The U.S. Senate Banking Committee has released the latest text of the Digital Asset Market Clarity Act, putting one of Washington’s most closely watched crypto market-structure bills back on the legislative calendar.

The 309-page draft, released ahead of a May 14 executive session, would form the basis for the committee’s markup of H.R. 3633, formally titled the Digital Asset Market Clarity Act of 2025. The hearing is scheduled for 10:30 a.m. at the Dirksen Senate Office Building, according to the committee notice.
The bill seeks to establish a federal framework for digital assets by clarifying the roles of the Securities and Exchange Commission and the Commodity Futures Trading Commission. Its stated purpose is to regulate the offer and sale of digital commodities through the SEC and CFTC, while also addressing Federal Reserve activity and the use of central bank digital currency for monetary policy.
Senate Banking Committee Chairman Tim Scott, Senator Cynthia Lummis and Senator Thom Tillis said the new text reflects months of negotiation and input from lawmakers, regulators, law-enforcement agencies, financial institutions, innovators and consumer advocates. Scott said the bill is intended to deliver “clear rules of the road,” while Lummis framed the markup as another step toward making the U.S. a global leader in digital assets.
For the crypto industry, the central question remains whether Congress can finally define where securities law ends and commodities oversight begins. The committee’s own summary says the bill would draw a “bright line” between SEC and CFTC jurisdiction and replace what Republicans have described as regulation by enforcement with a statutory framework.

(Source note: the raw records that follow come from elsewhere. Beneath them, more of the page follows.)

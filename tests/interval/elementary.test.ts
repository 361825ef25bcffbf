/**
 * Proven exp / log (src/interval/elementary.ts) against decimal.js at 60 digits, and the constants
 * they rest on. Sources: ln 2 = 0.693147180559945309417232121458176568… (from memory, confirmed by
 * decimal.js Dec60.ln(2)); the exp/log thresholds are checked by decimal.js below.
 */

import fc from 'fast-check';
import type Decimal from 'decimal.js';
import { describe, expect, it } from 'vitest';
import {
  HALF_PI_1,
  HALF_PI_2,
  HALF_PI_3_HI,
  HALF_PI_3_LO,
  LN2_HEAD,
  LN2_TAIL_HI,
  LN2_TAIL_LO,
  expEnclose,
  logEnclose,
  sinCosEnclose,
} from '../../src/interval/elementary.js';
import { nextUp } from '../../src/interval/round.js';
import { Dec60, dec60, exact, Exact } from './oracle.js';

const LN2 = Dec60.ln(2);

function ulps(lo: number, hi: number): number {
  let k = 0;
  for (let x = lo; x < hi && k < 100; k++) x = nextUp(x);
  return k;
}

describe('constants', () => {
  it('ln 2 ∈ LN2_HEAD + [TAIL_LO, TAIL_HI]; LN2_HEAD has 32 significant bits', () => {
    expect(LN2.toString().startsWith('0.693147180559945309417232121458176568')).toBe(true);
    expect(dec60(LN2_HEAD).plus(dec60(LN2_TAIL_LO)).lt(LN2)).toBe(true);
    expect(dec60(LN2_HEAD).plus(dec60(LN2_TAIL_HI)).gt(LN2)).toBe(true);
    expect(Number.isInteger(LN2_HEAD * 2 ** 32)).toBe(true); // 32 bits after the binary point
    expect(LN2_HEAD * 2 ** 32 < 2 ** 32).toBe(true);
  });
  it('π/2 ∈ HALF_PI_1 + HALF_PI_2 + [HALF_PI_3_LO, HALF_PI_3_HI] (decimal.js π at 100 digits)', () => {
    const D100 = Dec60.clone({ precision: 100 });
    const half = D100.acos(-1).div(2);
    const base = new D100(exact(HALF_PI_1).toString()).plus(new D100(exact(HALF_PI_2).toString()));
    expect(base.plus(new D100(exact(HALF_PI_3_LO).toString())).lt(half)).toBe(true);
    expect(base.plus(new D100(exact(HALF_PI_3_HI).toString())).gt(half)).toBe(true);
    expect(nextUp(nextUp(HALF_PI_3_LO))).toBe(HALF_PI_3_HI); // two ulps around fl(t3)
  });
  it('overflow / underflow thresholds: e^709.7827128933841 > MAX, e^-745.1332191019412 < 2^-1074', () => {
    expect(dec60(709.7827128933841).exp().gt(exact(Number.MAX_VALUE))).toBe(true);
    expect(dec60(-745.1332191019412).exp().lt(new Exact(2).pow(-1074))).toBe(true);
  });
});

type Encloser = (x: number, out: Float64Array, o?: number) => void;
/** [lo, hi] written by an enclosure function at an offset, checking it touches nothing else. */
function enclose(f: Encloser, x: number): [number, number] {
  const out = new Float64Array(4).fill(7);
  f(x, out, 1);
  expect(out[0]).toBe(7);
  expect(out[3]).toBe(7);
  return [out[1]!, out[2]!];
}

describe('expEnclose / logEnclose contain decimal.js values and are tight', () => {
  const SLACK = 1e-50;
  it('exp on [-745, 710], including tiny and exact points', () => {
    const xs = fc.oneof(
      fc.double({ min: -746, max: 710, noNaN: true }),
      fc.double({ min: -1e-300, max: 1e-300, noNaN: true }),
      fc.integer({ min: -20, max: 20 }).map((k) => k / 4),
      fc.double({ min: -700, max: -660, noNaN: true }), // results in [2^-1010, 2^-952]: exact scaling
    );
    fc.assert(
      fc.property(xs, (x) => {
        const [lo, hi] = enclose(expEnclose, x);
        const v = dec60(x).exp();
        expect(exact(lo).lte(v.times(1 + SLACK)), `exp(${x}) lo ${lo} > ${v}`).toBe(true);
        if (hi !== Infinity) expect(exact(hi).gte(v.times(1 - SLACK)), `exp(${x}) hi ${hi} < ${v}`).toBe(true);
        if (lo > 2 ** -1000 && hi < 1e300) expect(ulps(lo, hi), `exp(${x}) = [${lo}, ${hi}]`).toBeLessThanOrEqual(5);
      }),
      { numRuns: 400 },
    );
  });
  it('log on all positive doubles (subnormal to MAX)', () => {
    const xs = fc.oneof(
      fc.double({ min: 2 ** -1074, noNaN: true, noDefaultInfinity: true }),
      fc.double({ min: 0.5, max: 2, noNaN: true }),
      fc.double({ min: 0.999999, max: 1.000001, noNaN: true }),
      // just around √½·2^k, the split point of the reduction (worst cancellation)
      fc.tuple(fc.double({ min: 0.7, max: 0.715, noNaN: true }), fc.integer({ min: -1000, max: 1000 })).map(([m, k]) => m * 2 ** k),
    );
    fc.assert(
      fc.property(xs, (x) => {
        const [lo, hi] = enclose(logEnclose, x);
        const v = dec60(x).ln();
        const s = v.abs().times(SLACK);
        expect(exact(lo).lte(v.plus(s)), `log(${x}) lo ${lo} > ${v}`).toBe(true);
        expect(exact(hi).gte(v.minus(s)), `log(${x}) hi ${hi} < ${v}`).toBe(true);
        // README contract: ≤ 3 ulps (one rounding of head + tail; measured max 3 on 1.2e6 random points)
        expect(ulps(lo, hi), `log(${x}) = [${lo}, ${hi}]`).toBeLessThanOrEqual(3);
      }),
      { numRuns: 400 },
    );
  });
  it('sin / cos on |x| ≤ 1e6 and near multiples of π/2 (decimal.js at 60 digits)', () => {
    const xs = fc.oneof(
      fc.double({ min: -1e6, max: 1e6, noNaN: true }),
      fc.integer({ min: -100000, max: 100000 }).map((k) => k * HALF_PI_1),
      fc.double({ min: -1e-200, max: 1e-200, noNaN: true }),
    );
    fc.assert(
      fc.property(xs, (x) => {
        const sc = new Float64Array(4);
        expect(sinCosEnclose(x, sc)).toBe(true);
        const d = dec60(x);
        for (const [lo, hi, v, name] of [
          [sc[0]!, sc[1]!, d.sin(), 'sin'],
          [sc[2]!, sc[3]!, d.cos(), 'cos'],
        ] as const) {
          const s = v.abs().times(SLACK);
          expect(exact(lo).lte(v.plus(s)), `${name}(${x}) lo ${lo} > ${v}`).toBe(true);
          expect(exact(hi).gte(v.minus(s)), `${name}(${x}) hi ${hi} < ${v}`).toBe(true);
        }
      }),
      { numRuns: 300 },
    );
  });
  it('regressions found by random seeds: log near 2^k/√2 (cancellation), exp scaled below 2^-969', () => {
    // log(0.7055587547072296) was 6 ulps wide (seed −945624626): log m ≈ −(e·ln 2)/2 cancels.
    // exp(−678.232980809577) was 7 ulps wide: the exact scaling by 2^k took a needless step.
    // Reference: decimal.js at 60 digits; bounds as in the properties above.
    const cases: [number, Encloser, (x: number) => Decimal, number][] = [
      [0.7055587547072296, logEnclose, (x) => dec60(x).ln(), 3],
      [0.7104767839886383, logEnclose, (x) => dec60(x).ln(), 3],
      [1.4142135623730951 * 2 ** -600, logEnclose, (x) => dec60(x).ln(), 3],
      [-678.232980809577, expEnclose, (x) => dec60(x).exp(), 5],
      [-672.6894953004147, expEnclose, (x) => dec60(x).exp(), 5],
    ];
    for (const [x, f, ref, bound] of cases) {
      const [lo, hi] = enclose(f, x);
      const v = ref(x);
      expect(exact(lo).lte(v) && exact(hi).gte(v), `${x}: [${lo}, ${hi}] ∌ ${v}`).toBe(true);
      expect(ulps(lo, hi), `${x}: [${lo}, ${hi}]`).toBeLessThanOrEqual(bound);
    }
  });
  it('exact points (closed form): exp(0) = 1, log(1) = 0, log(2^k) encloses k·ln 2', () => {
    expect(enclose(expEnclose, 0)).toEqual([1, 1]);
    expect(enclose(logEnclose, 1)).toEqual([0, 0]);
    const [lo, hi] = enclose(logEnclose, 2 ** -1074);
    const v = LN2.times(-1074);
    expect(dec60(lo).lte(v) && dec60(hi).gte(v)).toBe(true);
  });
});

The draft creates a disclosure regime for certain transactions involving “ancillary assets,” a category meant to capture network tokens whose value may depend on the efforts of an originator or related party. Required disclosures could include information about management, financial statements, risk factors, token ownership, related-party transactions, supply mechanics, governance, code audits and the technical state of the network.
The bill also outlines how decentralization would be assessed. Among the factors: whether a system is open source, whether any person or group can restrict or censor use, whether insiders control more than 49% of the asset or governance power, and whether the system has become autonomous.

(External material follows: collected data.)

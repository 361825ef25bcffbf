import { describe, expect, it } from 'vitest';
import { resetStatus } from '../../src/interval/arithmetic.js';
import { EMPTY, Interval, interval } from '../../src/interval/interval.js';
import { intervalArithmetic } from '../../src/interval/interval-arith.js';
import { createFloatArithmetic, floatArithmetic } from '../../src/interval/float-arith.js';
import { Exact, exact } from './oracle.js';

describe('intervalArithmetic status', () => {
  it('each call gives a new instance with its own status', () => {
    const a = intervalArithmetic();
    const b = intervalArithmetic();
    a.sqrt(interval(-1, 1));
    expect(a.status.continuous).toBe(false);
    expect(b.status.continuous).toBe(true);
    resetStatus(a);
    expect(a.status).toEqual({ continuous: true, assumed: false, nonsmooth: false });
  });

  const cases: [string, (A: ReturnType<typeof intervalArithmetic>) => unknown, boolean, boolean][] = [
    // [what, evaluation, continuous afterwards, assumed afterwards] — IEEE 1788 §11 domains.
    ['sqrt inside', (A) => A.sqrt(interval(0, 4)), true, false],
    ['sqrt reaching below 0', (A) => A.sqrt(interval(-1e-300, 4)), false, false],
    ['log inside (proven log)', (A) => A.log(interval(1, 4)), true, false],
    ['log touching 0', (A) => A.log(interval(0, 4)), false, false],
    ['div by box containing 0', (A) => A.div(interval(1, 2), interval(-1, 1)), false, false],
    ['div by box touching 0', (A) => A.div(interval(1, 2), interval(0, 1)), false, false],
    ['div ok', (A) => A.div(interval(1, 2), interval(1, 3)), true, false],
    ['tan across π/2', (A) => A.tan(interval(1, 2)), false, false],
    ['tan ok (proven)', (A) => A.tan(interval(-1, 1)), true, false],
    ['atan (Math.atan, assumed)', (A) => A.atan(interval(-1, 1)), true, true],
    ['pow with base reaching 0 and exponent ≤ 0', (A) => A.pow(interval(0, 1), interval(-1, 1)), false, true],
    ['pow with base 0, exponent > 0', (A) => A.pow(interval(0, 1), interval(0.5, 1)), true, true],
    ['pow negative base', (A) => A.pow(interval(-1, 1), interval(2, 2)), false, true],
    ['pown negative power through 0', (A) => A.pown(interval(-1, 1), -2), false, false],
    ['overflow from bounded inputs', (A) => A.mul(interval(1e300, 1e300), interval(1e300, 1e300)), false, false],
    ['exp overflow', (A) => A.exp(interval(1, 1000)), false, false],
    ['cosh (proven)', (A) => A.cosh(interval(-1, 2)), true, false],
    ['empty input', (A) => A.add(EMPTY, interval(1, 2)), false, false],
    ['NaN from fromNumber', (A) => A.fromNumber(NaN), false, false],
    ['sin (proven)', (A) => A.sin(interval(0, 1)), true, false],
  ];
  for (const [what, f, cont, assumed] of cases) {
    it(what, () => {
      const A = intervalArithmetic();
      f(A);
      expect(A.status.continuous).toBe(cont);
      expect(A.status.assumed).toBe(assumed);
    });
  }

  it('constant(lo, hi) encloses the exact decimals (decimal.js check)', () => {
    const A = intervalArithmetic();
    const c = A.constant('3.83', '3.84');
    expect(exact(c.lo).lte(new Exact('3.83'))).toBe(true);
    expect(exact(c.hi).gte(new Exact('3.84'))).toBe(true);
    expect(A.constant('3.83', '3.84')).toBe(c); // cached per instance
    const t = A.constant('0.1', '0.1');
    expect(t.lo < t.hi).toBe(true);
    expect(A.fromDecimal('0.5')).toEqual(new Interval(0.5, 0.5));
    expect(() => A.constant('2', '1')).toThrow();
  });

  it('helpers: mid, wid, mag, mig, inflate, toDecimal, comparisons, absSlope', () => {
    const A = intervalArithmetic();
    const x = interval(-1, 3);
    expect(A.midNumber(x)).toBe(1);
    expect(A.midPoint(x)).toEqual(new Interval(1, 1));
    expect(A.widUp(x)).toBe(4);
    expect(A.magUp(x)).toBe(3);
    expect(A.migDown(x)).toBe(0);
    const y = A.inflate(interval(1, 1), 0.1);
    expect(exact(y.lo).lte(new Exact(1).minus(exact(0.1)))).toBe(true);
    expect(exact(y.hi).gte(new Exact(1).plus(exact(0.1)))).toBe(true);
    expect(A.toDecimal(interval(0.1, 0.5))).toEqual({ lo: '0.1000000000000000055511151231257827021181583404541015625', hi: '0.5' });
    expect(A.certainlyLt(interval(0, 1), interval(2, 3))).toBe(true);
    expect(A.certainlyLt(interval(0, 2), interval(2, 3))).toBe(false);
    expect(A.certainlyLe(interval(0, 2), interval(2, 3))).toBe(true);
    expect(A.absSlope(interval(-1, 1))).toEqual(new Interval(-1, 1));
    expect(A.absSlope(interval(0.5, 1))).toEqual(new Interval(1, 1));
    expect(A.intersect(interval(0, 1), interval(2, 3))).toBeNull();
    expect(A.isInterior(interval(0.5, 0.6), interval(0, 1))).toBe(true);
    expect(A.bits).toBe(53);
  });
});

describe('floatArithmetic (@heuristic)', () => {
  it('plain doubles, constants at the nearest midpoint', () => {
    const F = createFloatArithmetic();
    expect(F.add(0.1, 0.2)).toBe(0.1 + 0.2);
    expect(F.constant('3.83', '3.83')).toBe(3.83);
    expect(F.constant('1', '2')).toBe(1.5);
    expect(F.pown(2, -2)).toBe(0.25);
    F.log(-1);
    expect(F.status.continuous).toBe(false);
    expect(F.status.assumed).toBe(true);
    expect(floatArithmetic.kind).toBe('float');
    expect(F.absSlope(-2)).toBe(-1);
  });
});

Another major section focuses on illicit finance. The draft would extend Bank Secrecy Act obligations to digital commodity brokers, dealers and exchanges that allow direct customer access. Those entities would need anti-money-laundering and counter-terrorist-financing programs, including risk assessments, internal controls, compliance officers, training and independent audits. The proposal also states that such firms must comply with U.S. sanctions administered by the Office of Foreign Assets Control.

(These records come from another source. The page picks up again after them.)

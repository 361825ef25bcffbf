/**
 * ITF1788 standard vectors (IEEE 1788 test suite by Nehmeier / Kiesner / Heimlich, Apache-2.0;
 * files and licence in tests/data/itf1788/) run through the multiprecision interval arithmetic.
 *
 * The expected results are the tightest binary64 enclosures [L, H] of the exact range. Our
 * enclosure, at 200 bits and rounded outward to doubles (loDown / hiUp), must contain [L, H] and
 * may only be wider by the one step that a true range end lying exactly on a double can cost
 * (our decimal end lies a hair outside it): loDown ∈ {L, nextDown(L)}, hiUp ∈ {H, nextUp(H)}.
 * Cases with an empty argument or an empty expected result are skipped (this representation has
 * no empty interval; such inputs give the entire line with status.continuous = false).
 */
import { Decimal } from 'decimal.js';
import { describe, expect, it } from 'vitest';
import { resetStatus } from '../../src/interval/arithmetic.js';
import { mpIntervalArithmetic, type MpInterval } from '../../src/interval/mp.js';
import { exactDecimalOfDouble, nextDownDouble, nextUpDouble } from '../../src/interval/mp-convert.js';
import { type ItlValue, readItl } from './itl.js';

const A = mpIntervalArithmetic(200);

const UNARY = ['neg', 'sqr', 'sqrt', 'exp', 'log', 'sin', 'cos', 'tan', 'atan', 'sinh', 'cosh', 'tanh', 'abs'] as const;
const BINARY = ['add', 'sub', 'mul', 'div', 'pow', 'min', 'max'] as const;
type Unary = (typeof UNARY)[number];
type Binary = (typeof BINARY)[number];

function endpoint(x: number): Decimal {
  if (x === Infinity) return new Decimal('Infinity');
  if (x === -Infinity) return new Decimal('-Infinity');
  return new Decimal(exactDecimalOfDouble(x));
}

function toMp(v: ItlValue): MpInterval | null {
  if (v.kind !== 'interval' || Number.isNaN(v.lo) || !(v.lo <= v.hi)) return null;
  return { lo: endpoint(v.lo), hi: endpoint(v.hi) };
}

describe('ITF1788 vectors (libieeep1788_tests_elem.itl) in 200-bit intervals', () => {
  it('contain the tightest binary64 result and are at most one double step wider', () => {
    let checked = 0;
    const failures: string[] = [];
    for (const c of readItl('libieeep1788_tests_elem.itl')) {
      if (c.testcase.endsWith('_dec_test')) continue; // same arguments as the bare cases
      const isUnary = (UNARY as readonly string[]).includes(c.op);
      const isBinary = (BINARY as readonly string[]).includes(c.op);
      if (!isUnary && !isBinary && c.op !== 'pown') continue;
      const expected = c.expected[0];
      if (expected === undefined || expected.kind !== 'interval' || !(expected.lo <= expected.hi)) continue;
      const a = toMp(c.args[0]!);
      if (a === null) continue;
      resetStatus(A);
      let r: MpInterval;
      if (c.op === 'pown') {
        r = A.pown(a, (c.args[1] as { value: number }).value);
      } else if (isUnary) {
        r = A[c.op as Unary](a);
      } else {
        const b = toMp(c.args[1]!);
        if (b === null) continue;
        r = A[c.op as Binary](a, b);
      }
      const lo = A.loDown(r);
      const hi = A.hiUp(r);
      const loOk = lo === expected.lo || (lo < expected.lo && lo === nextDownDouble(expected.lo));
      const hiOk = hi === expected.hi || (hi > expected.hi && hi === nextUpDouble(expected.hi));
      if (!loOk || !hiOk) failures.push(`${c.file}:${c.line} ${c.text} → [${lo}, ${hi}]`);
      checked++;
    }
    expect(failures).toEqual([]);
    expect(checked).toBeGreaterThan(1500); // the file holds ~2000 such cases; guard against a silent skip
  });
});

Stablecoins remain a sensitive part of the debate. The bill includes language on payment stablecoin compensation, disclosures and the impact of stablecoins on bank deposits, Treasury markets, payment costs and the global role of the dollar. It would require reporting on whether rewards, incentives or similar programs affect deposit outflows, community banks, credit unions and access to credit.
The draft also includes provisions aimed at decentralized finance and software developers. A table of contents lists sections covering DeFi trading protocols, distributed ledger messaging systems, digital asset mixers, cybersecurity standards, foreign adversary activity and financial stability risks. Another title is devoted to protecting software developers and software innovation, including a safe harbor for nonfungible tokens and a Blockchain Regulatory Certainty Act.
A separate section would establish a joint CFTC-SEC “Micro-Innovation Sandbox,” requiring the agencies to create a framework for eligible firms to test innovative activities in the U.S. within 360 days of enactment.
Still, the bill faces political hurdles. Reuters reported that the Senate Banking Committee is expected to consider the legislation this week, but that the measure will need bipartisan support to advance. The report noted that the bill has drawn pressure from both the crypto industry and banking groups, particularly around stablecoin rewards and the risk of deposit migration from traditional banks.
The committee’s release follows earlier rounds of discussion drafts and requests for industry feedback. Scott’s office said Republicans first released market-structure principles in June 2025, followed by a discussion draft and request for information in July, a second draft in September and months of negotiations before the current manager’s amendment.
For digital asset firms, the draft represents the most detailed Senate attempt yet to convert years of regulatory disputes into a federal rulebook. For banks and consumer-protection advocates, the question is whether the latest version sufficiently addresses financial stability, illicit finance and investor-risk concerns.
The markup will determine whether the Senate is ready to move from negotiation to legislation — and whether the U.S. crypto industry is any closer to the legal clarity it has spent years demanding.